Я с тоской огляделась по сторонам. Ненавижу непрошеных гостей. Ненавижу быть застигнутой врасплох. И почему все это должно было случиться именно сегодня, когда в моей квартире бардак? Почему я не могла грохнуться в обморок, например, в начале прошлой недели, в тот день, когда я вымыла полы и купила недорогой букетик мелких роз, чтобы поставить их в напольную вазу? Сегодня же… На спинке кухонного стула покоятся несвежие колготки, в раковине нет места из-за горы посуды, от которой уже попахивать начало, дверца шкафа висит на одной петле, экран телевизора прячется за густой вуалью из пыли, тот самый розовый букет понуро сохнет в вазе, а на столе, в самой середине… о нет, нет, нет!! Это еще похуже фаллоимитатора и надувной куклы Нюши! На столе стоит фотография Максима Леонидовича Степашкина в красивой кожаной рамке! Когда-то (мне кажется, что это было тысячу лет назад) я вырезала его лицо с группового редакционного снимка, отсканировала его, увеличила на компьютере и распечатала на фотопринтере. И все для того, чтобы вредная начальственная рожа напоминала мне о том, как права я была, уволившись из редакции!

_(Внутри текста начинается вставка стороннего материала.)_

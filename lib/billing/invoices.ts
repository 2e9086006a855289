import 'server-only';
import { after } from 'next/server';
import type { Transaction } from 'sequelize';
import { audit } from '@/lib/audit';
import { queryRows, statement } from '@/lib/db';
import type { Actor } from '@/lib/auth';
import { conflict, HttpError, notFound } from '@/lib/http';
import { sequelize } from '@/models';
import { exec, int, select } from './db';
import { assertPeriodOpen, isPeriodClosed, lockCoopBilling } from './locks';
import { addDays, invoiceLabel, PAYMENT_TERMS_DAYS, periodLabel, periodToDate, todayIn } from './periods';
import { creditLinesSql, latestRun, totalsSql, type RunDTO } from './run';
import type { EmailStatus, InvoiceDetail, InvoiceLineDTO, InvoiceStatus, InvoiceSummary, MemberBalance, PageOf, PaymentDTO } from './types';
import { listPaymentsWhere } from './payments-read';

export interface InvoiceRow {
  id: number; kind: 'invoice' | 'credit-note'; number: number | null; status: InvoiceStatus; period: string; membership_id: number;
  member_name: string; member_email: string; total_cents: string; paid_cents: string; issued_at: Date | null; due_on: string | null;
  email_status: EmailStatus; credit_note_for_id: number | null; credit_note_id: number | null; credit_note_number: number | null;
  original_number: number | null; void_reason: string | null; voided_at: Date | null; emailed_at: Date | null; email_attempts: number;
  today: string;
}
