import 'server-only';
import type { ActorCoop } from '@/lib/auth/actor';
import { formatDate, isoDay } from '@/lib/dates';
import { formatCents } from '@/lib/money';
import { Membership } from '@/models';
import { periodLabel } from './periods';
import type { InvoiceDetail } from './types';

/**
 * Why an invoice carries no dues line, in a sentence (null when it has one, or is not a monthly
 * invoice): the co-op charges none, the member joined after the month, or was not active. The run
 * charges dues to active members who joined before the month's end (lib/billing/run/queries.ts).
 */
export async function whyNoDues(
  coop: ActorCoop,
  inv: InvoiceDetail,
  audience: 'member' | 'treasurer',
): Promise<string | null> {
  if (inv.kind !== 'invoice' || inv.status === 'void' || inv.lines.some((l) => l.kind === 'dues')) return null;
  const dues = coop.settings.monthlyDuesCents ?? 0;
  if (!dues) return 'No membership dues: the co-op does not charge any (set in the co-op settings).';
  const m = await Membership.findOne({
    attributes: ['joinedAt', 'status'],
    where: { id: inv.memberId, coopId: coop.id },
    raw: true,
  });
  if (!m) return null;
  const who = audience === 'member' ? 'you' : inv.memberName;
  const month = periodLabel(inv.period);
  const joinedMonth = isoDay(new Date(m.joinedAt), coop.timezone).slice(0, 7);
  if (joinedMonth > inv.period) {
    return `No membership dues for ${month}: ${who} joined on ${formatDate(m.joinedAt, coop.timezone)}, after the month ended. Dues of ${formatCents(dues, coop.currency)} a month are charged from ${periodLabel(joinedMonth)}.`;
  }
  if (m.status !== 'active')
    return `No membership dues for ${month}: ${audience === 'member' ? 'your membership was' : `${inv.memberName}’s membership was`} not active when this invoice was prepared.`;
  return null;
}
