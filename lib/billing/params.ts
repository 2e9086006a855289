import 'server-only';
import { notFound } from '@/lib/http';
import { PERIOD_PATTERN } from './periods';

/** A numeric id from the URL; anything else is a 404 (the row cannot exist). */
export function idParam(s: string): number {
  if (!/^[1-9]\d{0,9}$/.test(s) || Number(s) > 2_147_483_647) throw notFound();
  return Number(s);
}

/** A 'YYYY-MM' month from the URL; anything else is a 404. */
export function periodParam(s: string): string {
  if (!PERIOD_PATTERN.test(s)) throw notFound('Month not found.');
  return s;
}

И Степашкин – Степашкин неотрывно смотрел прямо на эту фотографию.
– Это мой двоюродный брат, – тоненько хихикнув, объяснила я, – правда, чем-то на вас похож? Я давно заметила.
Степашкин тяжело вздохнул и посмотрел на меня, как мне показалось, с жалостью. И зачем я только выдумала эту бредовую версию о несуществующем брате? Я могла бы еще попытаться провести таким образом Верку. Но Максим Леонидович, естественно, сразу же узнал собственное лицо.

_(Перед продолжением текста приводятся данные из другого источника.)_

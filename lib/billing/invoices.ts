import 'server-only';
import {
  col,
  fn,
  literal,
  Op,
  type Includeable,
  type InferAttributes,
  type Transaction,
  type WhereOptions,
} from 'sequelize';
import { notFound, invalidFields } from '@/lib/http';
import { Coop, Invoice, InvoiceLine, MemberCredit, Membership, Payment, PaymentAttempt, User } from '@/models';
import { cents } from './cents';
import { OPEN_STATUSES, openStatusSql, outstandingSql } from './status';
import { isPeriodClosed } from './locks';
import { todayIn } from '@/lib/dates';
import { numericOrNull } from '@/lib/units/quantity';
import { invoiceLabel, periodToDate } from './periods';
import type { InvoiceDetail, InvoiceStatus, InvoiceSummary, MemberBalance } from './types';
import type { Paged } from '@/lib/validation/list';
import { paymentsOfInvoice } from './payments-read';

type InvoiceWhere = WhereOptions<InferAttributes<Invoice>>;

/** The columns a summary shows. */
const SUMMARY_ATTRIBUTES = [
  'id',
  'kind',
  'number',
  'status',
  'period',
  'membershipId',
  'totalCents',
  'paidCents',
  'issuedAt',
  'dueOn',
  'emailStatus',
  'creditNoteForId',
] as const satisfies readonly (keyof InferAttributes<Invoice>)[];

/** What a summary joins: the member's name and e-mail, the co-op's time zone (for "overdue") and the credit note voiding it. */
const SUMMARY_INCLUDE: Includeable[] = [
  {
    model: Membership,
    as: 'membership',
    attributes: ['id'],
    include: [{ model: User, as: 'user', attributes: ['name', 'email'] }],
  },
  { model: Coop, as: 'coop', attributes: ['timezone'] },
  { model: Invoice, as: 'creditNote', attributes: ['id', 'number'] },
];

/** An invoice read with {@link SUMMARY_ATTRIBUTES} and {@link SUMMARY_INCLUDE}, as the lists show it. */
export function summaryOf(inv: Invoice): InvoiceSummary {
  const total = cents(inv.totalCents);
  const paid = cents(inv.paidCents);
  const open = inv.kind === 'invoice' && OPEN_STATUSES.includes(inv.status);
  const outstanding = open ? Math.max(total - paid, 0) : 0;
  const today = todayIn(inv.coop!.timezone);
  return {
    id: inv.id,
    kind: inv.kind,
    number: inv.number,
    label: invoiceLabel(inv.kind, inv.number),
    status: inv.status,
    period: String(inv.period).slice(0, 7),
    memberId: inv.membershipId,
    memberName: inv.membership!.user!.name,
    memberEmail: inv.membership!.user!.email,
    totalCents: total,
    paidCents: paid,
    outstandingCents: outstanding,
    issuedAt: inv.issuedAt ? new Date(inv.issuedAt).toISOString() : null,
    dueOn: inv.dueOn,
    overdue: outstanding > 0 && inv.dueOn !== null && inv.dueOn < today,
    emailStatus: inv.emailStatus,
    creditNoteForId: inv.creditNoteForId,
    creditNoteId: inv.creditNote?.id ?? null,
  };
}

const dirOf = (dir: 'asc' | 'desc') => (dir === 'asc' ? 'ASC' : 'DESC');
/**
 * The main table's alias in SQL is the model's class name, which a production build minifies:
 * expressions that must name it take it from the class at run time.
 */
const invoiceAlias = () => `"${Invoice.name}"`;
const SORTS = {
  number: () => 'number',
  member: () => fn('lower', col('membership->user.name')),
  total: () => 'totalCents',
  outstanding: () => {
    const i = invoiceAlias();
    return literal(`CASE WHEN ${openStatusSql(i)} THEN ${outstandingSql(i)} ELSE 0 END`);
  },
  status: () => 'status',
  period: () => 'period',
} as const;
export type InvoiceSort = keyof typeof SORTS;

/**
 * Invoices and credit notes of the co-op, filtered and paged on the server.
 * @param filter.period 'YYYY-MM'; filter.membershipId limits to one member (their own page)
 */
export async function listInvoices(
  coopId: number,
  filter: {
    period?: string;
    status?: InvoiceStatus | 'open';
    membershipId?: number;
    includeDrafts?: boolean;
    page: number;
    pageSize: number;
    sort: InvoiceSort;
    dir: 'asc' | 'desc';
  },
): Promise<Paged<InvoiceSummary>> {
  const and: InvoiceWhere[] = [{ coopId }];
  if (filter.period) and.push({ period: periodToDate(filter.period) });
  if (filter.status === 'open') and.push({ status: OPEN_STATUSES, kind: 'invoice' });
  else if (filter.status) and.push({ status: filter.status });
  if (filter.membershipId) and.push({ membershipId: filter.membershipId });
  if (!filter.includeDrafts) and.push({ status: { [Op.ne]: 'draft' } });
  const where = { [Op.and]: and };
  const dir = dirOf(filter.dir);
  const [rows, total] = await Promise.all([
    Invoice.findAll({
      where,
      attributes: [...SUMMARY_ATTRIBUTES],
      include: SUMMARY_INCLUDE,
      order: [
        [SORTS[filter.sort](), `${dir} NULLS LAST`],
        ['id', dir],
      ],
      limit: filter.pageSize,
      offset: (filter.page - 1) * filter.pageSize,
    }),
    Invoice.count({ where }),
  ]);
  return { rows: rows.map(summaryOf), total, page: filter.page, pageSize: filter.pageSize };
}

/**
 * One invoice with its lines, payments and card-attempt state. With `membershipId` only that
 * member's invoice is found (another's is a 404); drafts only for the treasurer.
 */
export async function getInvoiceDetail(
  coopId: number,
  id: number,
  opts: { membershipId?: number; includeDrafts: boolean },
): Promise<InvoiceDetail> {
  const and: InvoiceWhere[] = [{ id, coopId }];
  if (opts.membershipId) and.push({ membershipId: opts.membershipId });
  if (!opts.includeDrafts) and.push({ status: { [Op.ne]: 'draft' } });
  const inv = await Invoice.findOne({
    where: { [Op.and]: and },
    attributes: [...SUMMARY_ATTRIBUTES, 'voidReason', 'voidedAt', 'emailedAt', 'emailAttempts'],
    include: [...SUMMARY_INCLUDE, { model: Invoice, as: 'original', attributes: ['id', 'number'] }],
  });
  if (!inv) throw notFound('Invoice not found.');
  const [lines, payments, pending, failed, succeeded, periodClosed] = await Promise.all([
    InvoiceLine.findAll({
      where: { invoiceId: id, coopId },
      attributes: [
        'id',
        'kind',
        'description',
        'occurredAt',
        'quantityLiters',
        'unitPriceCentsPerGallon',
        'amountCents',
      ],
      order: [
        ['sortKey', 'ASC'],
        ['id', 'ASC'],
      ],
      raw: true,
    }),
    paymentsOfInvoice(coopId, id),
    PaymentAttempt.findOne({
      where: { invoiceId: id, coopId, status: 'pending' },
      attributes: ['id', 'createdAt'],
      raw: true,
    }),
    PaymentAttempt.findOne({
      where: { invoiceId: id, coopId, status: 'failed' },
      attributes: ['failureMessage', 'completedAt'],
      order: [['id', 'DESC']],
      raw: true,
    }),
    PaymentAttempt.count({ where: { invoiceId: id, coopId, status: 'succeeded' } }),
    isPeriodClosed(coopId, String(inv.period).slice(0, 10)),
  ]);
  return {
    ...summaryOf(inv),
    lines: lines.map((l) => ({
      id: String(l.id),
      kind: l.kind,
      description: l.description,
      occurredAt: l.occurredAt ? new Date(l.occurredAt).toISOString() : null,
      quantityLiters: numericOrNull(l.quantityLiters),
      unitPriceCentsPerGallon: numericOrNull(l.unitPriceCentsPerGallon),
      amountCents: cents(l.amountCents),
    })),
    payments,
    pendingAttempt: pending ? { id: pending.id, createdAt: new Date(pending.createdAt).toISOString() } : null,
    lastFailedAttempt:
      failed && succeeded === 0
        ? {
            message: failed.failureMessage ?? 'The card was declined.',
            at: new Date(failed.completedAt ?? Date.now()).toISOString(),
          }
        : null,
    voidReason: inv.voidReason,
    voidedAt: inv.voidedAt ? new Date(inv.voidedAt).toISOString() : null,
    creditNote: inv.creditNote
      ? { id: inv.creditNote.id, label: invoiceLabel('credit-note', inv.creditNote.number) }
      : null,
    original: inv.original ? { id: inv.original.id, label: invoiceLabel('invoice', inv.original.number) } : null,
    periodClosed,
    emailedAt: inv.emailedAt ? new Date(inv.emailedAt).toISOString() : null,
    emailAttempts: inv.emailAttempts,
  };
}

/**
 * Outstanding, credit and unmatched money of one member: three sums, read in parallel (one
 * after another inside a transaction, whose connection runs one statement at a time).
 */
export async function memberBalance(coopId: number, membershipId: number, t?: Transaction): Promise<MemberBalance> {
  const outstanding = async () => {
    const row = (await Invoice.findOne({
      attributes: [[fn('COALESCE', fn('SUM', literal(outstandingSql())), 0), 'outstanding']],
      where: { coopId, membershipId, kind: 'invoice', status: OPEN_STATUSES },
      raw: true,
      transaction: t,
    })) as unknown as { outstanding: string } | null;
    return cents(row?.outstanding);
  };
  const credit = async () =>
    cents(await MemberCredit.sum('amountCents', { where: { coopId, membershipId }, transaction: t }));
  const unallocated = async () =>
    cents(await Payment.sum('unallocatedCents', { where: { coopId, membershipId }, transaction: t }));
  const [outstandingCents, creditCents, unallocatedCents] = t
    ? [await outstanding(), await credit(), await unallocated()]
    : await Promise.all([outstanding(), credit(), unallocated()]);
  return { outstandingCents, creditCents, unallocatedCents };
}

/** Members of the co-op for the treasurer's pickers (payments, adjustments). */
export async function listMembersForBilling(
  coopId: number,
): Promise<{ id: number; name: string; email: string; status: string }[]> {
  const rows = await Membership.findAll({
    where: { coopId },
    attributes: ['id', 'status'],
    include: [{ model: User, as: 'user', attributes: ['name', 'email'] }],
    order: [
      [fn('lower', col('user.name')), 'ASC'],
      ['id', 'ASC'],
    ],
  });
  return rows.map((m) => ({ id: m.id, name: m.user!.name, email: m.user!.email, status: m.status }));
}

/** 422 unless the membership belongs to the co-op. */
export async function assertMember(coopId: number, membershipId: number, t?: Transaction): Promise<void> {
  const m = await Membership.findOne({ where: { id: membershipId, coopId }, attributes: ['id'], transaction: t });
  if (!m) throw invalidFields({ memberId: ['Choose a member of this co-op.'] });
}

Одна только Веруся пребывала в счастливом неведении. Она, так любившая строить из себя доморощенного Шерлока Холмса, на самом деле дальше своего курносого носа ничего не видела. В последнее время она ко мне частенько забегала, и конечно уж сто раз на глаза ей попадалась злополучная фотография.
– Санька, а давай я тебе кашку сварю, – предложила она, – тебе сейчас надо чем-нибудь заполнить желудок. А в кухонном ящике как раз есть пшенка.

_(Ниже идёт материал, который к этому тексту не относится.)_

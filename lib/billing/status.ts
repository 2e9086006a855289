import type { InvoiceStatus } from '@/models/Invoice';

/** Invoices that still owe money. */
export const OPEN_STATUSES: InvoiceStatus[] = ['issued', 'partly-paid'];
/** An invoice's unpaid amount (never below zero), for SQL aggregates over `invoices`. */
export const OUTSTANDING_SQL = 'GREATEST(total_cents - paid_cents, 0)';

/** Words for statuses, shared by pages, PDFs and CSVs (pure). */
export const INVOICE_STATUS_LABEL: Record<string, string> = {
  draft: 'Draft',
  issued: 'Unpaid',
  'partly-paid': 'Partly paid',
  paid: 'Paid',
  void: 'Void',
};

export const EMAIL_STATUS_LABEL: Record<string, string> = {
  'not-sent': 'Not sent',
  queued: 'Queued',
  sending: 'Sending',
  sent: 'Sent',
  failed: 'Not delivered',
};

export const METHOD_LABEL: Record<string, string> = { card: 'Card', cash: 'Cash', cheque: 'Cheque' };

export const LINE_KIND_LABEL: Record<string, string> = {
  draw: 'Fuel',
  'draw-reversal': 'Fuel (reversal)',
  dues: 'Dues',
  surcharge: 'Surcharge',
  'road-tax': 'Road-fuel tax',
  adjustment: 'Adjustment',
  credit: 'Credit',
};
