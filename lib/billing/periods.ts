import { todayIn } from '@/lib/dates';

/**
 * Billing months, pure (safe for client components). A period is written 'YYYY-MM' in URLs and
 * forms and stored as the first day of the month ('YYYY-MM-01', a DATE). Month boundaries are
 * taken in the co-op's time zone (the database computes the instants; see lib/billing/locks.ts).
 */

export const PERIOD_PATTERN = /^(\d{4})-(0[1-9]|1[0-2])$/;

/** 'YYYY-MM' → 'YYYY-MM-01'. */
export function periodToDate(period: string): string {
  if (!PERIOD_PATTERN.test(period)) throw new RangeError(`not a billing month: ${period}`);
  return `${period}-01`;
}

/** 'YYYY-MM-DD' (or a Date) → 'YYYY-MM'. */
export function dateToPeriod(date: string | Date): string {
  const s = typeof date === 'string' ? date : date.toISOString();
  return s.slice(0, 7);
}

// Intl formatters are costly to build; keep one per option set (PDFs format dozens of dates).
const formatters = new Map<string, Intl.DateTimeFormat>();
function dateFormat(locale: string, options: Intl.DateTimeFormatOptions): Intl.DateTimeFormat {
  const key = `${locale}|${JSON.stringify(options)}`;
  let f = formatters.get(key);
  if (!f) formatters.set(key, (f = new Intl.DateTimeFormat(locale, options)));
  return f;
}

/** 'November 2026'. */
export function periodLabel(period: string): string {
  const [y, m] = period.split('-').map(Number) as [number, number];
  return dateFormat('en-US', { month: 'long', year: 'numeric', timeZone: 'UTC' }).format(
    new Date(Date.UTC(y, m - 1, 1)),
  );
}

/** The month after (or before, with a negative step). */
export function shiftPeriod(period: string, months: number): string {
  const [y, m] = period.split('-').map(Number) as [number, number];
  const d = new Date(Date.UTC(y, m - 1 + months, 1));
  return `${d.getUTCFullYear()}-${String(d.getUTCMonth() + 1).padStart(2, '0')}`;
}

/** The current billing month 'YYYY-MM' in a time zone. */
export function currentPeriod(timeZone: string, now = new Date()): string {
  return todayIn(timeZone, now).slice(0, 7);
}

/** Adds days to a 'YYYY-MM-DD' date. */
export function addDays(date: string, days: number): string {
  const d = new Date(`${date}T00:00:00Z`);
  d.setUTCDate(d.getUTCDate() + days);
  return d.toISOString().slice(0, 10);
}

/** Invoices are due this many days after issue (common practice for member accounts: net 14). */
export const PAYMENT_TERMS_DAYS = 14;

/** 'INV-000012' for invoices, 'CN-000013' for credit notes (one sequence per co-op); null for drafts. */
export function invoiceLabel(kind: 'invoice' | 'credit-note', number: number | null): string | null {
  if (number === null) return null;
  return `${kind === 'credit-note' ? 'CN' : 'INV'}-${String(number).padStart(6, '0')}`;
}
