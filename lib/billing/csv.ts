/** CSV building blocks for the accountant's exports (pure: no I/O). */

/** Cents as a plain decimal for spreadsheets ("1234.50", "-0.05"): no symbol, no grouping. */
export function centsToDecimal(cents: number): string {
  const sign = cents < 0 ? '-' : '';
  const a = Math.abs(cents);
  return `${sign}${Math.floor(a / 100)}.${String(a % 100).padStart(2, '0')}`;
}

/**
 * One CSV cell (RFC 4180 quoting). Text that a spreadsheet would run as a formula (starting with
 * = + - @ or a control character) is prefixed with an apostrophe (OWASP "CSV injection").
 */
export function csvCell(v: string | number | null | undefined, { text = true } = {}): string {
  if (v === null || v === undefined) return '';
  let s = String(v);
  if (text && /^[=+\-@\t\r]/.test(s)) s = `'${s}`;
  return /[",\r\n]/.test(s) ? `"${s.replace(/"/g, '""')}"` : s;
}
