/** CSV building blocks for the accountant's exports (pure: no I/O). */

/** Cents as a plain decimal for spreadsheets ("1234.50", "-0.05"): no symbol, no grouping. */
export function centsToDecimal(cents: number): string {
  const sign = cents < 0 ? '-' : '';
  const a = Math.abs(cents);
  return `${sign}${Math.floor(a / 100)}.${String(a % 100).padStart(2, '0')}`;
}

Я не стала интересоваться, откуда Веруся так осведомлена о содержимом моего кухонного шкафчика и как ей вообще не стыдно шарить по чужим шкафам. Из моего молчания Верка сделала свои собственные выводы – она весело загремела кастрюлями. Время от времени из кухни доносилось то ее радостное посвистывание, то ворчливое бормотание: «И куда эта Санька прячет масло?» или «Интересно, а что в ее холодильнике делают туфли?»
Услышав последнее замечание, Максим Леонидович приподнял светлые брови и наконец соизволил на меня взглянуть.
– А правда, – сказал он, – что делают туфли в вашем холодильнике?
– Не знаю, – честно ответила я и даже попробовала примирительно улыбнуться, – в последнее время я была не в себе. Девушка в депрессии и все такое. Уверена, вы меня понимаете. Могла их туда засунуть машинально.
Степашкин покачал головой:
– Знаете, Александра, а вы все-таки уникум. Не знаю, есть ли на земле вторая женщина, которая умеет настолько витиевато врать и при этом еще и прячет в рефрижераторе туфли. Вы никогда не пробовали сходить на консультацию к психиатру?
– А вы никогда не пробовали быть снисходительнее к людям?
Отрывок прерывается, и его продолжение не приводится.